Department of Haematology, Zhongshan Hospital of Xiamen University, Xiamen, Fujian 361004, China.
Cancer Cell Int. 2013 Mar 13;13(1):25. doi: 10.1186/1475-2867-13-25.
Arsenic Trioxide (ATO) has shown remarkable efficacy for the treatment of multiple myeloma (MM). However, the mechanism by which ATO exerts its inhibitory effect on the proliferation of myeloma cells remains to be clarified. We study the inhibitory effect of ATO at various concentrations on the proliferation of the myeloma cell line RPMI 8226 and discussed the molecular mechanism of ATO on myeloma cell line. Our results proved that ATO had a significant dose-dependent and time-dependent inhibitory effect on the expressions of the Notch receptor (Notch1) and Notch ligand (Jag2). Data from the real-time PCR assay showed that the mRNA expression levels of the Jag2 gene and its downstream gene Hes1 were both significantly down-regulated after the myeloma cells were treated with ATO while the expression of the tumor suppressor gene PTEN was up-regulated. These results elucidated the molecular mechanism underlying the ATO mediated inhibition of myeloma cell proliferation. This is the first report on the anti-myeloma activity in myeloma cells through inhibition of the Notch signaling pathway.

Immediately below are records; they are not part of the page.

"""Dynamic identification of the cell: ωn and ζ from a ring-down or a step, then the scale.

Numbers in, numbers out: every function takes sampled records as arrays (time in s,
displacement in m, shape (n,)) and returns frozen dataclasses. Method, formulas and
sources are in docs/method-identify.md.

* `identify_ringdown`: free decay after a release or a tap. With enough usable cycles,
  the logarithmic decrement regressed over all of them and the damped frequency from
  the spacing of the extrema; otherwise the two-exponential free-decay model fitted by
  nonlinear least squares.
* `identify_step`: nonlinear least squares of the closed-form step response
  (`estimator.plant.Plant.step_response`, all three regimes) for gain, ωn, ζ, start
  time and offset, with Jacobian confidence intervals and a residual check.
* `scale_from`: stiffness and mass from a known moving mass, a known stiffness or a
  known step force, uncertainties propagated to first order (GUM, JCGM 100:2008).

Uncertainties are standard uncertainties (coverage factor 1) unless the name says
``ci95``; 95 % intervals use the Student t quantile of the stated degrees of freedom.
"""

from __future__ import annotations

import math
from collections.abc import Sequence
from dataclasses import dataclass

import numpy as np
import scipy.optimize
import scipy.signal
import scipy.stats
from numpy.typing import ArrayLike

from estimator.errors import EstimatorError, ParameterError
from estimator.plant import Plant
from estimator.validation import finite_float as _finite

__all__ = [
    "MIN_SAMPLES",
    "STEP_PARAMETERS",
    "Estimate",
    "IdentifiedPlant",
    "RingdownResult",
    "StepFitResult",
    "damping_ratio_from_decrement",
    "identify_ringdown",
    "identify_step",
    "log_decrement",
    "scale_from",
]

#: Order of the parameters in `StepFitResult.covariance`.
STEP_PARAMETERS = ("gain_m", "natural_freq_rad_s", "damping_ratio", "start_time_s", "offset_m")

#: The fewest samples a fit takes (a ring-down's window or a step's).
MIN_SAMPLES = 20
# An extremum is usable when its distance from the rest level is at least this many
# noise standard deviations (or 1e-6 of the largest excursion on noiseless records).
_USABLE_SNR = 8.0
_RELATIVE_FLOOR = 1e-6
# The largest excursion must reach this many noise standard deviations to call it a decay.
_MIN_DECAY_SNR = 20.0
# Extrema are used while their fitted envelope is at least this times the usable floor.
_KEEP_FACTOR = 1.5
_TAIL_FRACTION = 0.2
_TWO_PI = 2.0 * math.pi
# Local minima of the free-decay grid polished by least squares.
_FREE_DECAY_STARTS = 3


# ------------------------------------------------------------------------- values


@dataclass(frozen=True)
class Estimate:
    """One identified quantity with its standard uncertainty.

    Attributes:
        value: the estimate, in the unit of the field that holds it.
        u: standard uncertainty (coverage factor 1), same unit, >= 0.
        dof: degrees of freedom of ``u`` (``math.inf`` when known exactly).
    """

    value: float
    u: float
    dof: float

    @property
    def coverage_factor(self) -> float:
        """Student t quantile 0.975 for ``dof`` (1.95996… for infinite dof)."""
        if math.isinf(self.dof):
            return float(scipy.stats.norm.ppf(0.975))
        return float(scipy.stats.t.ppf(0.975, max(self.dof, 1.0)))

    @property
    def ci95(self) -> tuple[float, float]:
        """95 % interval ``value ± t₀.₉₇₅(dof)·u``, same unit as ``value``."""
        half = self.coverage_factor * self.u
        return (self.value - half, self.value + half)


@dataclass(frozen=True)
class RingdownResult:
    """Result of `identify_ringdown`; times in s, displacements in m.

    Attributes:
        method: ``"logarithmic decrement"`` or ``"two-exponential fit"``.
        natural_freq_rad_s: ωn, rad/s.
        damping_ratio: ζ, dimensionless.
        damped_freq_rad_s: ωd, rad/s (value NaN when the fit found ζ >= 1).
        log_decrement: δ per cycle (NaN for the two-exponential fit).
        decay_rates_per_s: ``(s1, s2)`` of ``A1·e^(−s1·t) + A2·e^(−s2·t) + c``, slow first,
            for a two-exponential fit with ζ >= 1; ``None`` otherwise.
        rest_level_m: final rest level ``c``, m.
        noise_m: noise standard deviation used for the usable-peak floor, m.
        start_s: time of the first sample analysed, s.
        n_samples: samples analysed.
        n_peaks: extrema (maxima and minima) used by the decrement; 0 for the fit.
        cycles_used: cycles spanned by those extrema, ``(n_peaks − 1)/2``.
        amplitude_residual_rms_m: RMS residual of the amplitude regression (decrement)
            or of the whole free-decay fit, m.
        time_residual_rms_s: RMS residual of the peak-time regression, s (NaN for the fit).
        note: how the method was chosen, in words.
        covariance_wn_zeta: covariance of ωn and ζ, rad/s; 0 for the decrement, whose
            two regressions are taken as independent (docs/method-identify.md).
    """

    method: str
    natural_freq_rad_s: Estimate
    damping_ratio: Estimate
    damped_freq_rad_s: Estimate
    log_decrement: Estimate
    decay_rates_per_s: tuple[float, float] | None
    rest_level_m: float
    noise_m: float
    start_s: float
    n_samples: int
    n_peaks: int
    cycles_used: float
    amplitude_residual_rms_m: float
    time_residual_rms_s: float
    note: str
    covariance_wn_zeta: float = 0.0


@dataclass(frozen=True, eq=False)
class StepFitResult:
    """Result of `identify_step`; times in s, displacements in m.

    Attributes:
        gain_m: static deflection of the step, m (final level − offset).
        natural_freq_rad_s: ωn, rad/s.
        damping_ratio: ζ, dimensionless.
        start_time_s: instant the step was applied, s.
        offset_m: displacement before the step, m.
        covariance: (5, 5) covariance ``s²·(JᵀJ)⁻¹`` in the order of `STEP_PARAMETERS`,
            read-only.
        dof: degrees of freedom, ``n − 5``.
        residual_rms_m: RMS of the fit residuals, m.
        noise_m: noise standard deviation estimated apart from the fit (before the step,
            or from the tail), m; NaN when there are too few quiet samples.
        lag1_autocorrelation: lag-1 autocorrelation of the residuals.
        runs_z: z-score of the Wald–Wolfowitz runs test on the residual signs.
        residual_ok: True when the residuals look white (|r1| and |z| below their limits,
            RMS no more than 1.5 times the noise where that is known).
        residual_note: what the residual check found, in words.
        force_n: the known step force, N, or None.
        stiffness_n_per_m: ``force_n/gain`` with its uncertainty, or None.
        n_samples: samples fitted.
    """

    gain_m: Estimate
    natural_freq_rad_s: Estimate
    damping_ratio: Estimate
    start_time_s: Estimate
    offset_m: Estimate
    covariance: np.ndarray
    dof: int
    residual_rms_m: float
    noise_m: float
    lag1_autocorrelation: float
    runs_z: float
    residual_ok: bool
    residual_note: str
    force_n: float | None
    stiffness_n_per_m: Estimate | None
    n_samples: int

    def __post_init__(self) -> None:
        cov = np.array(self.covariance, dtype=np.float64, copy=True)
        cov.setflags(write=False)
        object.__setattr__(self, "covariance", cov)


@dataclass(frozen=True)
class IdentifiedPlant:
    """Mechanics of the cell with standard uncertainties, from `scale_from`.

    Attributes:
        mass_kg, mass_u_kg: moving mass and its standard uncertainty, kg.
        stiffness_n_per_m, stiffness_u_n_per_m: stiffness and its standard uncertainty, N/m.
        damping_ratio, damping_ratio_u: ζ and its standard uncertainty.
        natural_freq_rad_s, natural_freq_u_rad_s: ωn and its standard uncertainty, rad/s.
        scale_source: ``"known mass"``, ``"known stiffness"`` or ``"known step force"``.
    """

    mass_kg: float
    mass_u_kg: float
    stiffness_n_per_m: float
    stiffness_u_n_per_m: float
    damping_ratio: float
    damping_ratio_u: float
    natural_freq_rad_s: float
    natural_freq_u_rad_s: float
    scale_source: str

    def plant_table(self) -> dict[str, float]:
        """The keys and values of a cell profile's ``[plant]`` table (docs/cell-profile.md)."""
        return {
            "mass_kg": self.mass_kg,
            "mass_u_kg": self.mass_u_kg,
            "stiffness_n_per_m": self.stiffness_n_per_m,
            "stiffness_u_n_per_m": self.stiffness_u_n_per_m,
            "damping_ratio": self.damping_ratio,
            "damping_ratio_u": self.damping_ratio_u,
        }


# --------------------------------------------------------------------- validation


def _record(time_s: ArrayLike, displacement_m: ArrayLike) -> tuple[np.ndarray, np.ndarray]:
    """Validated float64 copies of a record, both shape (n,)."""
    t = np.array(time_s, dtype=np.float64, copy=True)
    x = np.array(displacement_m, dtype=np.float64, copy=True)
    for name, a in (("time_s", t), ("displacement_m", x)):
        if a.ndim != 1:
            raise EstimatorError(f"{name} has shape {a.shape}; give a 1-D array of samples")
        bad = np.flatnonzero(~np.isfinite(a))
        if bad.size:
            raise EstimatorError(
                f"{name}[{int(bad[0])}] = {a[bad[0]]!r} is not finite ({bad.size} such "
                "sample(s)); remove or interpolate NaN/inf samples first"
            )
    if t.size != x.size:
        raise EstimatorError(
            f"time_s has {t.size} samples but displacement_m has {x.size}; give one "
            "displacement per time"
        )
    if t.size < MIN_SAMPLES:
        raise EstimatorError(
            f"the record has {t.size} samples; at least {MIN_SAMPLES} are needed, "
            "record longer or at a higher rate"
        )
    steps = np.diff(t)
    bad = np.flatnonzero(~(steps > 0.0))
    if bad.size:
        i = int(bad[0])
        raise EstimatorError(
            f"time_s is not strictly increasing: time_s[{i + 1}] = {t[i + 1]!r} follows "
            f"time_s[{i}] = {t[i]!r}; sort the samples and drop duplicates"
        )
    return t, x


def _positive(name: str, value: object, fix: str) -> float:
    number = _finite(name, value, fix)
    if not number > 0.0:
        raise ParameterError(f"{name} = {number!r} must be > 0; {fix}")
    return number


def _non_negative(name: str, value: object, fix: str) -> float:
    number = _finite(name, value, fix)
    if not number >= 0.0:
        raise ParameterError(f"{name} = {number!r} must be >= 0; {fix}")
    return number


# ---------------------------------------------------------------- small helpers


def _robust_std(a: np.ndarray) -> float:
    """Normal-consistent scale from the median absolute deviation (1.4826·MAD)."""
    if a.size == 0:
        return 0.0
    return float(1.4826 * np.median(np.abs(a - np.median(a))))


def _noise_estimate(x: np.ndarray, quiet: np.ndarray) -> float:
    """White-noise standard deviation, m: the smaller of the robust spread of a quiet
    stretch and of third differences (which cancel a smooth signal; variance 20·σ²)."""
    estimates = []
    if quiet.size >= 5:
        estimates.append(_robust_std(quiet))
    if x.size >= 10:
        estimates.append(_robust_std(np.diff(x, 3)) / math.sqrt(20.0))
    return min(estimates) if estimates else 0.0


def _covariance(jac: np.ndarray, s2: float) -> np.ndarray:
    """``s²·(JᵀJ)⁻¹`` computed on unit-norm columns (parameters of very different size
    make JᵀJ too ill-conditioned to invert as it stands), shape (p, p)."""
    norms = np.linalg.norm(jac, axis=0)
    norms = np.where(norms > 0.0, norms, 1.0)
    scaled = jac / norms
    inner = np.linalg.pinv(scaled.T @ scaled, rcond=1e-13, hermitian=True)
    return s2 * inner / np.outer(norms, norms)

三氧化二砷(ATO)在治疗多发性骨髓瘤(MM)方面显示出显著的疗效。然而,ATO 抑制骨髓瘤细胞增殖的机制仍需阐明。我们研究了 ATO 在不同浓度下对骨髓瘤细胞系 RPMI 8226 增殖的抑制作用,并探讨了 ATO 对骨髓瘤细胞系的分子机制。我们的结果证明,ATO 对 Notch 受体(Notch1)和 Notch 配体(Jag2)的表达具有显著的剂量依赖性和时间依赖性抑制作用。实时 PCR 检测结果显示,ATO 处理骨髓瘤细胞后,Jag2 基因及其下游基因 Hes1 的 mRNA 表达水平均明显下调,而抑癌基因 PTEN 的表达上调。这些结果阐明了 ATO 介导的抑制骨髓瘤细胞增殖的分子机制。这是首例通过抑制 Notch 信号通路报道的 ATO 在骨髓瘤细胞中的抗骨髓瘤活性。